Supplied data -

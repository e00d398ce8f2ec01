//! The layered walk engine of service chains: column generation over layered walks, with
//! the same optimum as the layered edge LP of [`super::chain`] and the same verification.
//!
//! **Columns.** A column is a *layered walk* of one demand `d` with chain `f1 … fk`: a path
//! from the origin to a site running `f1`, then a path to a site running `f2`, …, then a
//! path from the site of `fk` to the destination, on the surviving arcs (plain traffic,
//! `k = 0`, is one path). Measured in origin units like every variable of the layered
//! model, one unit of the walk puts `G_j = g1 · … · gj` units on each arc crossed in leg `j`
//! (after `j` functions) and `G_j` units on the row of `f_{j+1}` at the site where it is
//! applied (the volume entering it), and 1 on the cap row of `d`. The master maximises
//! `Σ λ_w` under the arc rows, the (site, function) rows and the demand caps. By the
//! decomposition argument of [`super::chain`] (each group's layered flow is a sum of
//! source–sink paths of the layered graph), every edge solution is a combination of such
//! walks, so the two formulations have the same optimum; the row right-hand sides are the
//! edge LP's own (capacities lowered to what can use them, [`chain::Layered`]).
//!
//! **Pricing.** With arc duals `y`, function duals `z` and demand duals `u`, the cheapest
//! layered walk of every demand of one (origin, chain) group is one Dijkstra on the group's
//! layered graph (`k + 1` copies of the surviving network; arc `a` in layer `j` costs
//! `G_j · y_a`, function `f_{j+1}` at `v` between layers `j` and `j + 1` costs
//! `G_j · z_{v,f}`). A walk enters when `1 − π_d − u_d` exceeds [`PRICE_TOL`]. The same pass
//! gives the dual bound `Σ cap·y + Σ cap·z + Σ_d b_d · max(0, 1 − π_d)` (weak duality, valid
//! for any nonnegative prices), and column generation stops when it meets the master's
//! value within [`GAP_TOL`].
//!
//! **Master.** The project's warm bounded simplex ([`super::simplex`]), kept between rounds:
//! new walks enter at zero against the current basis, rows are created as columns need
//! them. A scenario starts from the walks of its parent's optimum (the baseline's) that
//! survive it, at their flows scaled into the new rows (a feasible start).
//!
//! **Verification** is the layered edge LP's, unchanged: the walks' flows are written on
//! the variables of [`chain::build`]'s LP, whose row residual is measured
//! ([`verify::residual`]), whose flow is decomposed and scaled into the real capacities by
//! [`chain::repair`] (the proven lower bound), and the master's prices go through
//! [`chain::dual_bound`] (the proven upper bound); proven when they meet within
//! [`crate::tol::PROOF_GAP_TOL`] of the demand at stake, as in
//! [`chain::solve_verified_with`]. An answer that is not proven, a master above
//! [`WARM_ROWS`] rows, a simplex failure or a column generation that does not converge
//! within [`MAX_ROUNDS`] is solved again by the layered edge LP (counted as a fallback).
//!
//! Determinism: Dijkstra breaks ties by hop count and then layered node index, walks enter
//! in group and demand order, and a scenario depends only on the network, the outage and
//! the parent's optimum, never on thread count.

use std::cmp::Ordering;
use std::collections::{BTreeMap, BinaryHeap, HashMap, HashSet};

use super::chain::{self, EdgeKind, Layered};
use super::colgen::Stats;
use super::evaluator::{AddModel, Evaluated, Evaluator, Warm};
use super::lp::Lp;
use super::simplex::Simplex;
use super::surviving::{Surviving, Unservable};
use super::types::{Evaluation, Verification, Verified};
use super::{RESIDUAL_TOL, cancel, needs_volume_lp, verify};
use crate::error::Result;
use crate::model::{Chains, FunctionIdx, Network, SiteIdx};
use crate::scenario::Outage;
use crate::tol::PROOF_GAP_TOL;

Problem statement - Please reproduce the line containing "use crate::scenario::Outage;" and each line after it to the end of the listing, exactly, with nothing added or left out.

Task answer -
use crate::scenario::Outage;
use crate::tol::PROOF_GAP_TOL;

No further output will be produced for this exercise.